| Aim of the exercise |
Within the lines below, find those that hold the string "unchanged" and copy each one.

———

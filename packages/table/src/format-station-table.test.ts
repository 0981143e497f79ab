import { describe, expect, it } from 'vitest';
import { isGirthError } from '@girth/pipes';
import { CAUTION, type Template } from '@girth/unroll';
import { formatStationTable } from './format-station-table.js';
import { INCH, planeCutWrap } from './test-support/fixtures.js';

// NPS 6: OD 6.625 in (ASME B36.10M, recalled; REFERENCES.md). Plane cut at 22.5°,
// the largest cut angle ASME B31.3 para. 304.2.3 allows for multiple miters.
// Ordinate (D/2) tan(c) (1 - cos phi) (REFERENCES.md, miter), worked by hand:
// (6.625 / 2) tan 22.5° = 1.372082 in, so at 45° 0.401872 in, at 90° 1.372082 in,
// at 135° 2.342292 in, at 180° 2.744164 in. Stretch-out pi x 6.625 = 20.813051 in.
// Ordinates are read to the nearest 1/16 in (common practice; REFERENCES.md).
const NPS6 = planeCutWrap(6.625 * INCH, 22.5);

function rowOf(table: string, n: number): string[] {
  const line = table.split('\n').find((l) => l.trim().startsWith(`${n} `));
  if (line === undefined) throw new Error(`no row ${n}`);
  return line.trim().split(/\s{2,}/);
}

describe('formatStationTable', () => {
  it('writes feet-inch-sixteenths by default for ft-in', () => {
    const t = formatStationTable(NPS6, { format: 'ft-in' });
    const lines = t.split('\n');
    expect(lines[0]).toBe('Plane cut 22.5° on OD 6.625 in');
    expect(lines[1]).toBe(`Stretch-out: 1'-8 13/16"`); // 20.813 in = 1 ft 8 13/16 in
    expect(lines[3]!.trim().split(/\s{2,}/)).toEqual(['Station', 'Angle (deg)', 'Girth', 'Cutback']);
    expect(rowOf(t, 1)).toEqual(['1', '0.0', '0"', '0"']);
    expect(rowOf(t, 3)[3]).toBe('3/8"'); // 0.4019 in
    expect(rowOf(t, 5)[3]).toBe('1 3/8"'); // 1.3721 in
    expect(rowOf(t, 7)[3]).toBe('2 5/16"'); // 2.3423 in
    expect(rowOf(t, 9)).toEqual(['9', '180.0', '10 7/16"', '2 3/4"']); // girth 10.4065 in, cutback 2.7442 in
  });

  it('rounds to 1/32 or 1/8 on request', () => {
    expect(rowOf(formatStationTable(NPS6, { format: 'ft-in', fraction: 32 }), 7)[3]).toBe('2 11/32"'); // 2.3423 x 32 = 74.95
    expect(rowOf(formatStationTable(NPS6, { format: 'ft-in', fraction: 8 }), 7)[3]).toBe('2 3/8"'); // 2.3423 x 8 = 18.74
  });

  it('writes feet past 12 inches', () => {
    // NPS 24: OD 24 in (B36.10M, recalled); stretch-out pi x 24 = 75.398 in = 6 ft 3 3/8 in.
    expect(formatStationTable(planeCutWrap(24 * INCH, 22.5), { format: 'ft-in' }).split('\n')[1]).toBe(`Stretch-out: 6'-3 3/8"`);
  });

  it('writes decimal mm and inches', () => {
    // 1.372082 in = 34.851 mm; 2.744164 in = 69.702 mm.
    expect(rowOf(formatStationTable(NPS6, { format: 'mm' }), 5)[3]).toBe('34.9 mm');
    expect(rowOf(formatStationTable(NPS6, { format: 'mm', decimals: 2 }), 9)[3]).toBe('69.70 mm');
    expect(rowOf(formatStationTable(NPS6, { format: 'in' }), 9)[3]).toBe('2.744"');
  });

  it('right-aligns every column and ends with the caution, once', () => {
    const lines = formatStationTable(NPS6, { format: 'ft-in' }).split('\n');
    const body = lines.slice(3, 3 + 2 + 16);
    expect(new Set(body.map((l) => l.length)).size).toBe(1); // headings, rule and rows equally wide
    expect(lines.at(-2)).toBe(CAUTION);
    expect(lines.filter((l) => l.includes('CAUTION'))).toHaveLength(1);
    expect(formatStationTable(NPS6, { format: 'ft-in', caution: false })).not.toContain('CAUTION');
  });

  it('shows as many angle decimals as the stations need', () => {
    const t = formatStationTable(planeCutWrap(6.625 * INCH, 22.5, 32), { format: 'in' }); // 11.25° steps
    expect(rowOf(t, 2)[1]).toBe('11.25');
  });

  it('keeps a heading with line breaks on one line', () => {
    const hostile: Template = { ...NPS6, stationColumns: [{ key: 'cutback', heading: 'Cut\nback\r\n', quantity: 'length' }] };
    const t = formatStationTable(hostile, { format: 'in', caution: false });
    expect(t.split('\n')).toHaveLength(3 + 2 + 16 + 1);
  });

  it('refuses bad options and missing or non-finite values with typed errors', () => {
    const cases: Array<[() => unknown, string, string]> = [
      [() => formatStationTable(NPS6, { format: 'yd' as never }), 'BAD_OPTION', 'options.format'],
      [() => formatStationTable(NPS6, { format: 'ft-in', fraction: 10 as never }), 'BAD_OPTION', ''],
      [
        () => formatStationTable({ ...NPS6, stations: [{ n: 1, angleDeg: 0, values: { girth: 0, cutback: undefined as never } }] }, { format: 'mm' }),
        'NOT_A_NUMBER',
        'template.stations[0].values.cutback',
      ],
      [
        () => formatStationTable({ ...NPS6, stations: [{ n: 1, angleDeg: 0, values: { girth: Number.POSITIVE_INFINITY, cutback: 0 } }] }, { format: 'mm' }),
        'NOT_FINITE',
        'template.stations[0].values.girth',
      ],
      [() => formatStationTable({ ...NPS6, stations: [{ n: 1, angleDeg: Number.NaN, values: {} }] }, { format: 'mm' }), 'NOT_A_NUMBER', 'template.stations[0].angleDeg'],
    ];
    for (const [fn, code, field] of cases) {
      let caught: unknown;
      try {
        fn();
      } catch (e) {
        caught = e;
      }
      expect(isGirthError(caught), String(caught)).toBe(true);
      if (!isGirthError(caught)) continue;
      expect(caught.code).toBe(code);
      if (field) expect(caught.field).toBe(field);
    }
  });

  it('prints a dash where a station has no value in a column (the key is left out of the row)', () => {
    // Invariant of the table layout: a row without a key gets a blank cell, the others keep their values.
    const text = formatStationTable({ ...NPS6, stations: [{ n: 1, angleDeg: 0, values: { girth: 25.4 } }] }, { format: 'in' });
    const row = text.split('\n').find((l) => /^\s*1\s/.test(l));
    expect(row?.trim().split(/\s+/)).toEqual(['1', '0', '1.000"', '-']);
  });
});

———

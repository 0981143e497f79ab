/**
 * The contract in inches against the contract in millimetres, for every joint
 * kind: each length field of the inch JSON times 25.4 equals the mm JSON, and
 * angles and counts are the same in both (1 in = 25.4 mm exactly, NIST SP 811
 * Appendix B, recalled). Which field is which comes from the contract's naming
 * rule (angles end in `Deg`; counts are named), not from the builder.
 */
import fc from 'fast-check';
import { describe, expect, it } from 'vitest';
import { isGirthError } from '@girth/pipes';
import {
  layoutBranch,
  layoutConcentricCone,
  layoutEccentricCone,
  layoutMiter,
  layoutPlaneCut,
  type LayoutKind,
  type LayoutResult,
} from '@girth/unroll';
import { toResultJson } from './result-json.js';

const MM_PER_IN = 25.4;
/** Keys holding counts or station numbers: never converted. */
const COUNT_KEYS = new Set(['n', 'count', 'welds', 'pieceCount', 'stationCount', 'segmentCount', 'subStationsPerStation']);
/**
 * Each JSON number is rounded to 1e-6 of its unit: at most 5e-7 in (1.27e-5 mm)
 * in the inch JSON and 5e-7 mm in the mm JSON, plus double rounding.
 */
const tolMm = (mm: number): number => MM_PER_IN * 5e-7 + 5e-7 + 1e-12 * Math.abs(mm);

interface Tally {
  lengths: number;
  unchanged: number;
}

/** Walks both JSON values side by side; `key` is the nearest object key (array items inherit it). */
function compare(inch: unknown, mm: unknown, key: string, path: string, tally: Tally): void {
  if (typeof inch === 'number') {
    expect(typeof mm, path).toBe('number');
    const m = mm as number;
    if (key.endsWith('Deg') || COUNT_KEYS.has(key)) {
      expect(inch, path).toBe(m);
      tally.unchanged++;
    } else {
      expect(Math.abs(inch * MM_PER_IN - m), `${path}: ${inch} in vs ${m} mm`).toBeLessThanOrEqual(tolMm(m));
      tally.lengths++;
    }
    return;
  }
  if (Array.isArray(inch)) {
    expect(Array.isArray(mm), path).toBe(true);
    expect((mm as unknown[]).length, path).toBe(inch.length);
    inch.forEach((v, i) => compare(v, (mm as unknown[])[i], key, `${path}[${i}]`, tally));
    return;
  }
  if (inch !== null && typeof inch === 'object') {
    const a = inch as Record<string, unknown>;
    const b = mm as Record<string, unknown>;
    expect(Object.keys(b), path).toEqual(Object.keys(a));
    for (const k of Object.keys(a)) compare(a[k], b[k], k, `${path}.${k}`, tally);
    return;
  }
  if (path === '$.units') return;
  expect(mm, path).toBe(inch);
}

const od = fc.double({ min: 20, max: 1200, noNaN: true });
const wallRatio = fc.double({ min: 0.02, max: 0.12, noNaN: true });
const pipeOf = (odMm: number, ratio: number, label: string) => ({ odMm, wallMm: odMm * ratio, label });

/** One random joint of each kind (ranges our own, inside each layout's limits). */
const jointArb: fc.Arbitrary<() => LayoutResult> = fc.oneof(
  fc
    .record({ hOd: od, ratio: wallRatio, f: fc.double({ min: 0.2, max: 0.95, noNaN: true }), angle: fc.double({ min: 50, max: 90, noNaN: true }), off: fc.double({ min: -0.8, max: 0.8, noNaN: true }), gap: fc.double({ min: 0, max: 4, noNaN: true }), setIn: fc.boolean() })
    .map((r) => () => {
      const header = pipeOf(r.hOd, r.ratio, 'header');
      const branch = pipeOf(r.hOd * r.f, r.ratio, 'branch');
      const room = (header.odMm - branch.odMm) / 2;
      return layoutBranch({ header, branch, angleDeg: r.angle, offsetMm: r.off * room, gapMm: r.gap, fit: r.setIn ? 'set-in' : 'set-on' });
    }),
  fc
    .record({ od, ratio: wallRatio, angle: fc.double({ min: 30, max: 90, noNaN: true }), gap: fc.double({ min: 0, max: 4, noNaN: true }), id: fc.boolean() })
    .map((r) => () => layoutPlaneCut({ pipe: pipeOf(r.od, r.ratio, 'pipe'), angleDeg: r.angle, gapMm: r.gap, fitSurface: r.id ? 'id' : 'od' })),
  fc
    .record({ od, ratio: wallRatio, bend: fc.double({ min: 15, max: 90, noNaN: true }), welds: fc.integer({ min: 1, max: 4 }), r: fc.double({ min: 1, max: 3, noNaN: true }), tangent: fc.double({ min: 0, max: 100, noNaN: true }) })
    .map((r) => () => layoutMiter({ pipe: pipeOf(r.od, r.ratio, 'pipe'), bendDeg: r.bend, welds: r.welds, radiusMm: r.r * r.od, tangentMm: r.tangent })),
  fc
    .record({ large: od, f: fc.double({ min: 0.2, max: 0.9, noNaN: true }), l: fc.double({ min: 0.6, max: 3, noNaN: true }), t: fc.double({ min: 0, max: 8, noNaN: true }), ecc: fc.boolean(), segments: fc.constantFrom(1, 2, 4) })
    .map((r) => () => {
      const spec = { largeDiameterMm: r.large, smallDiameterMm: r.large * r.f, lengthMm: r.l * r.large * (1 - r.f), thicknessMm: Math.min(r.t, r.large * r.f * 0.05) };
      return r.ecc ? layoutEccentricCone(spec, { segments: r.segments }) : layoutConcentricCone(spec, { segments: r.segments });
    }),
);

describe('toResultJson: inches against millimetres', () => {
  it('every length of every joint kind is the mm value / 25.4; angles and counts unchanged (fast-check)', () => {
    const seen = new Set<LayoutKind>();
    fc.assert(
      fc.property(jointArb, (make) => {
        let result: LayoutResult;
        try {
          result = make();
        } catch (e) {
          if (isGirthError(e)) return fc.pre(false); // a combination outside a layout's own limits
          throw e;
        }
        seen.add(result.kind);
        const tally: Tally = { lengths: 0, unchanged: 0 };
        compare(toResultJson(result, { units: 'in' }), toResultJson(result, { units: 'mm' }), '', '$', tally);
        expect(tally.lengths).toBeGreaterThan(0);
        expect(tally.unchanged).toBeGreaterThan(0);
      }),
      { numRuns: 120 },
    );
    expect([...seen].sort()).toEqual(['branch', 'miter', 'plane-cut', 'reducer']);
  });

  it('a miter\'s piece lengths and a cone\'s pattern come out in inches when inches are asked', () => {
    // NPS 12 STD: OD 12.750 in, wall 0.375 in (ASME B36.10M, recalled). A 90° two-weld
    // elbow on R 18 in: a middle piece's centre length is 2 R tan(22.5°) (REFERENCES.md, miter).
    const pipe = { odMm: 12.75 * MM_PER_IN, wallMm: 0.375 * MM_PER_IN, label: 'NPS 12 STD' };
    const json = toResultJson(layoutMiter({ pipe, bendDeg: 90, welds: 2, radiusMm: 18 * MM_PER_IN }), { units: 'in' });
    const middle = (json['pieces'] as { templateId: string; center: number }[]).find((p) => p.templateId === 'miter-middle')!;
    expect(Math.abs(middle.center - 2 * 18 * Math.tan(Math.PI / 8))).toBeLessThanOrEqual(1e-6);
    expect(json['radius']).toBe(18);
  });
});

———

| Problem solution |
  unchanged: number;
      tally.unchanged++;
  it('every length of every joint kind is the mm value / 25.4; angles and counts unchanged (fast-check)', () => {
        const tally: Tally = { lengths: 0, unchanged: 0 };
        expect(tally.unchanged).toBeGreaterThan(0);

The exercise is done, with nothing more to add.